The Baltimore program grew in increments. It began with eight neighborhoods, grew to 15 over the next couple of years, and has reached 30 areas since it began 10 years ago
Gallery visited Baltimore two years ago to see that city’s approach. “I realized a lot of the neighborhoods where they’d been successful were areas that had all these good market conditions, but also had a very distinctive housing stock. You could have said they were historic districts. They weren’t, but they had that kind of physical character.”
Brophy and Burns found that the programs in the other cities shared a set of principles:
The cities built on the assets of the neighborhoods rather than trying to fix major problems. They helped establish and strengthen neighborhood identities, focusing on history and encouraging activities like walking tours and community newsletters. They lifted up neighborhood ambassadors who could speak about the neighborhood and attract new residents.
The cities also helped people of all income levels invest in their properties by coordinating a group of lenders to provide home improvement loans and mortgages at below-market prices. They marketed the neighborhood to those with similar income levels.
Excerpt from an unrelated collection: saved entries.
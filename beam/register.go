package beam

import "slices"

// Assumption is something taken for granted on the way to a result, and what
// the finished design found.
type Assumption struct {
	ID      string   // stable, dotted: "self-weight.section"
	Assumed string   // in words, with the value
	UsedIn  []string // ids of the checks that rest on it
	Found   string   // what the finished design shows; empty where nothing in the input can tell
	Holds   bool
	// Open says that nothing in the input can confirm it: it stays the
	// engineer's to confirm, and is repeated among the cautions.
	Open bool
	// Decisive says that a verdict cannot stand if it does not hold.
	Decisive bool
}

// Register collects assumptions in the order they are made. The zero value
// is ready to use.
type Register struct{ list []Assumption }

// Assume adds an assumption, or replaces the one with the same id.
func (r *Register) Assume(a Assumption) {
	for i := range r.list {
		if r.list[i].ID == a.ID {
			r.list[i] = a
			return
		}
	}
	r.list = append(r.list, a)
}

// Settle writes what was found beside an assumption made earlier; unknown
// ids are ignored.
func (r *Register) Settle(id, found string, holds bool) {
	for i := range r.list {
		if r.list[i].ID == id {
			r.list[i].Found, r.list[i].Holds, r.list[i].Open = found, holds, false
			return
		}
	}
}

// All lists the assumptions in the order they were made.
func (r *Register) All() []Assumption { return r.list }

func (r *Register) clone() Register { return Register{list: slices.Clone(r.list)} }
And they addressed safety issues and tackled crime aggressively.
They also cleaned up vacant homes, abandoned cars and littered lots. They helped residents become directly involved in improving their blocks through small, inexpensive programs, including greening, better lighting and other beautification efforts. They built community spirit through festivals and other events. And they took a comprehensive approach to how different pieces of a neighborhood fit together and reinforce each other.
The program in Baltimore was also successful, Gallery said, because it offered two alternative funding opportunities for neighborhoods that competed for help. He is thinking of using a similar structure in Philadelphia, in which the Preservation Alliance would provide ten to 15 grants of $5,000 for relatively small projects and a few grants of about $25,000 for more ambitious proposals.
“That would allow you to expand quickly. You could say, this year we are going to give 10 grants of $5,000, and here’s the criteria you can use the money for. For the $25,000 grants, you’re looking for a lot more planning and better-organized communities. It means you have to make fewer grants because you’re being more selective,” he explained.
“The smaller grants would allow a lot more neighborhoods to say there’s something we would like to do to enhance the housing market in our neighborhood. Then they could position themselves for a bigger project. That’s our thinking: how do you give people an opportunity that might lead to something larger?”
At its Neighborhood Preservation Conference held last year, the Alliance presented two $1,000 grants and two larger awards for projects that included a historic scavenger hunt in Kensington and another that promoted the use of old church buildings along Baltimore Avenue for other public purposes.
“There are a lot of people in these neighborhoods with interesting ideas, and these are ways to get people thinking about their historic resources. … We’re trying to be very open for these smaller grants and create as many opportunities as we can.”
The Vital Neighborhoods program “does fit well with the type of engagement with these organizations that we’ve been trying to have,” Gallery said. “It just broadens the perspective for us and increases the resources that we can bring to these efforts.”